» **Supplied data**
● ● ● ● ● ● ●

"""The per-process cache of built scene geometry (relview.renderer.scene_geometry).

The reference for every check is the same renderer with the cache emptied: a render
through the cache must equal a render that builds everything afresh, bit for bit, and an
edit of anything the built geometry depends on must give that fresh render, not the
picture of the scene before the edit.
"""

from __future__ import annotations

import copy
import os

import numpy as np
import pytest
from conftest import camera_scene, moving_body

from relview import renderer
from relview.kinematics.uniform import UniformMotion
from relview.renderer import RenderContext, clear_geometry_cache, geometry_key, render
from relview.scene.parts import Effects


def scene():
    return camera_scene(
        [
            moving_body("ball", "sphere", beta=(0.6, 0.0, 0.0), radius=0.6, detail=3),
            moving_body(
                "crate",
                "box",
                beta=(0.0, 0.3, 0.0),
                size=(0.5, 0.5, 0.5),
                position=(1.2, 0.5, 0.0),
                rotation=(0.0, 0.0, 20.0),
            ),
        ],
        resolution=(64, 36),
    )


def same_frames(a, b) -> None:
    """Identical pictures and layers (NaN where the other has NaN)."""
    assert np.array_equal(a.image, b.image)
    assert a.layers.keys() == b.layers.keys()
    for name in a.layers:
        assert np.array_equal(a.layers[name], b.layers[name], equal_nan=True), name


def fresh(s, **kw):
    clear_geometry_cache()
    return render(s, **kw)


def test_second_render_reuses_the_built_geometry_and_equals_a_fresh_build():
    s = scene()
    first = fresh(s)
    groups = RenderContext(s).uniform_groups
    second = render(s)
    assert RenderContext(s).uniform_groups is groups  # nothing built again
    # a copy of the scene (a new object of the same content) shares it too
    assert RenderContext(copy.deepcopy(s)).uniform_groups is groups
    same_frames(first, second)


@pytest.mark.parametrize(
    "edit", ["radius", "detail", "rotation", "beta", "position", "add body", "motion object"]
)
def test_an_edit_of_what_the_geometry_depends_on_builds_it_again(edit):
    s = scene()
    before = fresh(s)
    key = geometry_key(s, s.render.effects)
    ball, crate = s.bodies
    if edit == "radius":
        ball.radius = 0.4
    elif edit == "detail":
        ball.detail = 1
    elif edit == "rotation":
        crate.rotation = np.array([0.0, 0.0, 45.0])
    elif edit == "beta":
        crate.motion = UniformMotion(
            beta=np.array([0.0, -0.3, 0.0]), position=np.array([1.2, 0.5, 0.0]), time=0.0
        )
    elif edit == "position":
        ball.motion.position[0] = -0.5  # an in-place edit of an array
    elif edit == "add body":
        s.bodies.append(
            moving_body("far", "sphere", position=(-1.5, 1.0, 0.0), radius=0.3, detail=2)
        )
    elif edit == "motion object":
        ball.motion = copy.deepcopy(ball.motion)  # same content: the same key
    edited = render(s)
    if edit == "motion object":
        assert geometry_key(s, s.render.effects) == key
        same_frames(before, edited)
        return
    assert geometry_key(s, s.render.effects) != key
    assert not np.array_equal(before.layers["body"], edited.layers["body"])
    same_frames(edited, fresh(s))


def test_effect_switches_key_the_geometry():
    s = scene()
    galilean = Effects(contraction=False)
    assert geometry_key(s, galilean) != geometry_key(s, s.render.effects)
    a = fresh(s, effects=galilean)
    render(s)  # relativistic geometry built and cached beside it
    same_frames(a, render(s, effects=galilean))
    assert not np.array_equal(
        a.layers["rest_position"], render(s).layers["rest_position"], equal_nan=True
    )


def test_a_rewritten_mesh_file_is_read_again(tmp_path):
    import trimesh

    path = tmp_path / "part.obj"
    trimesh.creation.box(extents=(0.6, 0.6, 0.6)).export(path)
    s = scene()
    s.bodies[1].shape, s.bodies[1].file, s.bodies[1].size = "mesh", path, None
    before = fresh(s)
    trimesh.creation.box(extents=(1.0, 0.3, 0.6)).export(path)
    st = path.stat()
    os.utime(path, ns=(st.st_atime_ns, st.st_mtime_ns + 1_000_000))  # a later write
    edited = render(s)
    assert not np.array_equal(before.layers["body"], edited.layers["body"])
    same_frames(edited, fresh(s))


def test_the_cache_holds_a_bounded_number_of_scenes():
    clear_geometry_cache()
    s = scene()
    for k in range(renderer.GEOMETRY_CACHE_SIZE + 3):
        s.bodies[0].radius = 0.3 + 0.01 * k
        RenderContext(s)
    assert len(renderer._GEOMETRY_CACHE) == renderer.GEOMETRY_CACHE_SIZE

● ● ● ● ● ● ●

» **The task**
Copy the records above exactly, from the first line through the line containing "groups = RenderContext(s).uniform_groups", and include nothing else.

» **Solution**
"""The per-process cache of built scene geometry (relview.renderer.scene_geometry).

The reference for every check is the same renderer with the cache emptied: a render
through the cache must equal a render that builds everything afresh, bit for bit, and an
edit of anything the built geometry depends on must give that fresh render, not the
picture of the scene before the edit.
"""

from __future__ import annotations

import copy
import os

import numpy as np
import pytest
from conftest import camera_scene, moving_body

from relview import renderer
from relview.kinematics.uniform import UniformMotion
from relview.renderer import RenderContext, clear_geometry_cache, geometry_key, render
from relview.scene.parts import Effects


def scene():
    return camera_scene(
        [
            moving_body("ball", "sphere", beta=(0.6, 0.0, 0.0), radius=0.6, detail=3),
            moving_body(
                "crate",
                "box",
                beta=(0.0, 0.3, 0.0),
                size=(0.5, 0.5, 0.5),
                position=(1.2, 0.5, 0.0),
                rotation=(0.0, 0.0, 20.0),
            ),
        ],
        resolution=(64, 36),
    )


def same_frames(a, b) -> None:
    """Identical pictures and layers (NaN where the other has NaN)."""
    assert np.array_equal(a.image, b.image)
    assert a.layers.keys() == b.layers.keys()
    for name in a.layers:
        assert np.array_equal(a.layers[name], b.layers[name], equal_nan=True), name


def fresh(s, **kw):
    clear_geometry_cache()
    return render(s, **kw)


def test_second_render_reuses_the_built_geometry_and_equals_a_fresh_build():
    s = scene()
    first = fresh(s)
    groups = RenderContext(s).uniform_groups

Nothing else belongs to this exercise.